UDG-mediata uracile e l’asportazione chimica AP sito di clivaggio su microarray
il filamento di DNA di scissione mediata da UDG si compone di due fasi distinte: l’escissione di base uracile seguita dalla scissione del conseguente abasic sito. I due passaggi possono essere monitorati separatamente su microarray di DNA., In primo luogo, i siti abasici sono generati trattando la matrice con UDG e in una seconda fase, la scissione del filo viene indotta esponendo gli oligonucleotidi del DNA legati alla superficie contenenti siti abasici a condizioni acide o basiche o evaporando la superficie a secchezza. Tali strategie chimiche per fendere i siti abasici sui filamenti di DNA eliminano la necessità di ulteriore scissione enzimatica e consentono di studiare la cinetica UDG in modo indipendente., A tale scopo, matrici di sequenze di DNA 30mer con un numero crescente di DU-incorporazioni non consecutive (dU1-dU9) sono state progettate e sintetizzate mediante fotolitografia dell’acido nucleico senza maschera, utilizzando la corrispondente fosforammidite DU fotosensibile (Fig. 2). Ogni filamento di DNA è stato sintetizzato con un DT15-linker alla superficie di vetro e terminato al 5 ‘ – fine con una sequenza bersaglio 25mer per l’ibridazione (QC25), come indicato in Fig. 3.,
La posizione di tutte le sequenze di sonda insieme ai corrispondenti replicati e fili di controllo che trasportano DT invece dei nucleotidi dU è stata randomizzata sulla superficie del microarray., Prima dell’elaborazione enzimatica, le sequenze della sonda del DNA sono state ibridate all’oligonucleotide complementare 25mer marcato Cy3 (QC25c) per determinare i valori iniziali di intensità di fluorescenza. L’etichettatura 3 ‘ – Cy3 è stata utilizzata per prevenire possibili artefatti di fluorescenza dovuti alle interazioni del colorante con il numero variabile di dUs46. I microarray sono stati quindi esposti a UDG di origine commerciale da E. coli e la scissione del sito abasico è stata successivamente effettuata in varie condizioni. Il tempo di esposizione ottimale degli enzimi è stato determinato negli esperimenti iniziali. I nostri risultati (Fig., S1) mostrano che dopo l’aggiunta dell’enzima, l’efficienza di scissione aumenta significativamente con il tempo, fino a un’ora, raggiungendo un’efficienza di circa il 50-60%, con solo lievi cambiamenti dopo un’ulteriore esposizione a UDG. Impostiamo così il tempo di esposizione ottimale a un’ora.

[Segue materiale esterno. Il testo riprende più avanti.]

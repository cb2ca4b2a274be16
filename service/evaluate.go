package service

import (
	"context"
	"errors"
	"fmt"
	"time"

	pb "limitary/api/limitary/v1"
	"limitary/internal/definition"
	"limitary/internal/judge"
	"limitary/internal/rules"
	"limitary/internal/store"
)

// EvaluationService judges values, and keeps and judges control results.
type EvaluationService struct {
	pb.UnimplementedEvaluationServiceServer
	store *store.Store
}

// EvaluateBatch judges sequences of values and stores nothing.
func (s *EvaluationService) EvaluateBatch(ctx context.Context, in *pb.EvaluateBatchRequest) (*pb.EvaluateBatchResponse, error) {
	if err := checkEvaluations(in); err != nil {
		return nil, err
	}
	out := &pb.EvaluateBatchResponse{
		Evaluations: make([]*pb.EvaluationResult, len(in.Evaluations)),
		Judge:       rules.JudgeNumber,
	}
	batch := evaluator{service: s, full: in.Detail == pb.Detail_DETAIL_FULL}
	for i, e := range in.Evaluations {
		if err := ctx.Err(); err != nil {
			return nil, err
		}
		result, err := batch.evaluate(ctx, e)
		if err != nil {
			return nil, under(fmt.Sprintf("evaluations[%d]", i), err)
		}
		out.Evaluations[i] = result
	}
	return out, nil
}

// checkEvaluations checks everything that only needs counting, before any value is looked at.
func checkEvaluations(in *pb.EvaluateBatchRequest) error {
	if err := tooMany("evaluations", len(in.Evaluations), EvaluationsMax, "evaluations"); err != nil {
		return err
	}
	if in.Detail != pb.Detail_DETAIL_UNSPECIFIED && in.Detail != pb.Detail_DETAIL_FULL {
		return definition.Invalid("detail", "%d: no such value", in.Detail)
	}
	total, answered := 0, 0
	for i, e := range in.Evaluations {
		n := lengthOf(e)
		if n > PointsMax {
			return tooMany(fmt.Sprintf("evaluations[%d].%s", i, dataField(e)), n, PointsMax, "values in one evaluation")
		}
		if f := e.GetFirstJudged(); f < 0 || int(f) > n {
			return definition.Invalid(fmt.Sprintf("evaluations[%d].first_judged", i), "%d: want 0 to %d, the number of values", f, n)
		}
		total += n
		answered += n - int(e.GetFirstJudged())
	}
	if err := tooMany("evaluations", total, PointsTotalMax, "values in all"); err != nil {
		return err
	}
	if in.Detail == pb.Detail_DETAIL_FULL {
		return tooMany("detail", answered, VerdictsMax, "points to answer one by one with DETAIL_FULL")
	}
	return nil
}

func lengthOf(e *pb.Evaluation) int {
	if s := e.GetSeries(); s != nil {
		return len(s.Values)
	}
	return len(e.GetPoints().GetPoints())
}

func dataField(e *pb.Evaluation) string {
	if e.GetSeries() != nil {
		return "series.values"
	}
	return "points.points"
}

// evaluator carries what the evaluations of one call share.
type evaluator struct {
	service *EvaluationService
	full    bool
	hits    int
	// judges are the versions already resolved for this call, so that "in force" means one moment in all of it.
	judges map[chosenVersion]resolved
	// inline is the judge of the limits sent last; a batch often judges many series by the same.
	inline     *judge.Judge
	inlineFrom *pb.InlineLimits
}

type chosenVersion struct {
	chart, lot string
	number     int32
	at         time.Time
}

type resolved struct {
	judge   *judge.Judge
	version int
	// after is set where the values continue a stored track.
	after *store.Continuation
}

func (b *evaluator) evaluate(ctx context.Context, e *pb.Evaluation) (*pb.EvaluationResult, error) {
	with, err := b.resolve(ctx, e)
	if err != nil {
		return nil, err
	}
	var out *pb.EvaluationResult
	switch d := e.GetData().(type) {
	case *pb.Evaluation_Series:
		out, err = b.series(with, d.Series.GetValues(), int(e.FirstJudged))
	case *pb.Evaluation_Points:
		out, err = b.points(with, d.Points.GetPoints(), int(e.FirstJudged))
	default:
		err = definition.Invalid("data", "are not set; want one of series and points")
	}
	if err != nil {
		return nil, err
	}
	out.Version = int32(with.version)
	with.say(out)
	b.hits += len(out.Hits)
	return out, tooMany(dataField(e), b.hits, HitsMax, "hits in one answer; do the limits belong to these values?")
}

// resolve finds what judges the values.
func (b *evaluator) resolve(ctx context.Context, e *pb.Evaluation) (with resolved, err error) {
	switch l := e.GetLimits().(type) {
	case *pb.Evaluation_Inline:
		with.judge, err = b.byInline(l.Inline)
		return with, under("inline", err)
	case *pb.Evaluation_Chart:
		with, err = b.byChart(ctx, l.Chart)
		return with, under("chart", err)
	}
	return with, definition.Invalid("limits", "are not set; want one of chart and inline")
}

func (b *evaluator) byInline(in *pb.InlineLimits) (*judge.Judge, error) {
	if b.inline != nil && sameInline(b.inlineFrom, in) {
		return b.inline, nil
	}
	j, err := inlineJudge(in)
	if err == nil {
		b.inline, b.inlineFrom = j, in
	}
	return j, err
}

// sameInline reports limits of the plainest kind, one trace with a set of rules and no lines of its own, that are the
// same. It says no where it would have to look further.
func sameInline(a, b *pb.InlineLimits) bool {
	plain := func(l *pb.InlineLimits) bool {
		t := l.GetLocation()
		return l.GetDispersion() == nil && l.GetProcessSigma() == 0 && t != nil && len(t.Rules) == 0 &&
			t.LowerAction == nil && t.UpperAction == nil && t.LowerWarning == nil && t.UpperWarning == nil
	}
	return plain(a) && plain(b) && a.Kind == b.Kind && a.SubgroupSize == b.SubgroupSize &&
		equalOptional(a.PublishedDecimals, b.PublishedDecimals) && (a.ProcessSigma == nil) == (b.ProcessSigma == nil) &&
		equalOptional(a.Location.Centre, b.Location.Centre) && equalOptional(a.Location.Sigma, b.Location.Sigma) &&
		a.Location.RuleSet == b.Location.RuleSet
}

func equalOptional[T comparable](a, b *T) bool {
	return a == nil && b == nil || a != nil && b != nil && *a == *b
}

// byChart resolves a version once for each way the call names it.
func (b *evaluator) byChart(ctx context.Context, in *pb.ByChart) (resolved, error) {
	at, err := readMoment("at", in.At)
	err = first(definition.CheckSlug("name", in.Name), checkName("lot", in.Lot, 0), err)
	switch {
	case err != nil:
		return resolved{}, err
	case in.Version < 0:
		return resolved{}, definition.Invalid("version", "%d: want a version number, or 0 for the one in force", in.Version)
	case in.Version > 0 && in.At != nil:
		return resolved{}, definition.Invalid("at", "is given beside version %d; give at most one of them", in.Version)
	case in.Version > 0 && in.ContinueTrack:
		return resolved{}, definition.Invalid("continue_track", "is given beside version %d; the next points of a track are judged by the version in force", in.Version)
	case in.ContinueTrack:
		return b.byTrack(ctx, in, at)
	}
	key := chosenVersion{in.Name, in.Lot, in.Version, at}
	if r, ok := b.judges[key]; ok {
		return r, nil
	}
	who, err := actor(ctx)
	if err != nil {
		return resolved{}, err
	}
	var r resolved
	if in.Version > 0 {
		r, err = b.byNumber(ctx, who, in.Name, int(in.Version))
	} else {
		r.version, r.judge, err = b.service.store.JudgeInForce(ctx, who, in.Name, in.Lot, at)
	}
	if err != nil {
		return resolved{}, chartIsName(err)
	}
	if b.judges == nil {
		b.judges = map[chosenVersion]resolved{}
	}
	b.judges[key] = r
	return r, nil
}

func (b *evaluator) byNumber(ctx context.Context, who store.Actor, chart string, number int) (resolved, error) {
	v, _, _, err := b.service.store.GetVersion(ctx, who, chart, number)
	if err != nil {
		return resolved{}, err
	}
	j, err := b.service.store.VersionJudge(v)
	return resolved{judge: j, version: v.Number}, err
}

// chartIsName gives what the store says of a chart the field that holds its name here.
func chartIsName(err error) error {
	var e *definition.Error
	if !errors.As(err, &e) || e.Field != "chart" {
		return err
	}
	renamed := *e
	renamed.Field = "name"
	return &renamed
}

Inoltre, i nostri dati mostrano chiaramente una maggiore efficienza di scissione con un numero crescente di dU, da 40 a 60% (Fig. 3C e S1).
Si è poi passati a studiare l’effettiva fase di scissione, la rimozione del sito abasico dopo l’asportazione della base di uracile., Noti seguenti strategie per indotta chimicamente abasic sito di clivaggio in solution20,30, risultante AP-siti sono state poi trattate sia in condizioni alcaline, immergendo le matrici in un 1:1 (v/v) soluzione di etilendiammina(EDA)/etanolo, o le matrici sono stati trattati in condizioni acide, immergendo in un 30% (v/v) soluzione di acido tricloroacetico in diclorometano, o dall’evaporazione della superficie della matrice a secchezza. In tutti i metodi, i trattamenti sono stati eseguiti per diversi periodi di tempo, che vanno da 1 a 24 ore., Successivamente, gli array sono stati riibridizzati nell’oligonucleotide complementare 25mer marcato Cy3 (QC25c) e le intensità di fluorescenza risultanti sono state confrontate con quelle ottenute prima del trattamento UDG per determinare l’efficienza di scissione. I tassi di scissione risultanti sono indicati in Fig. 4.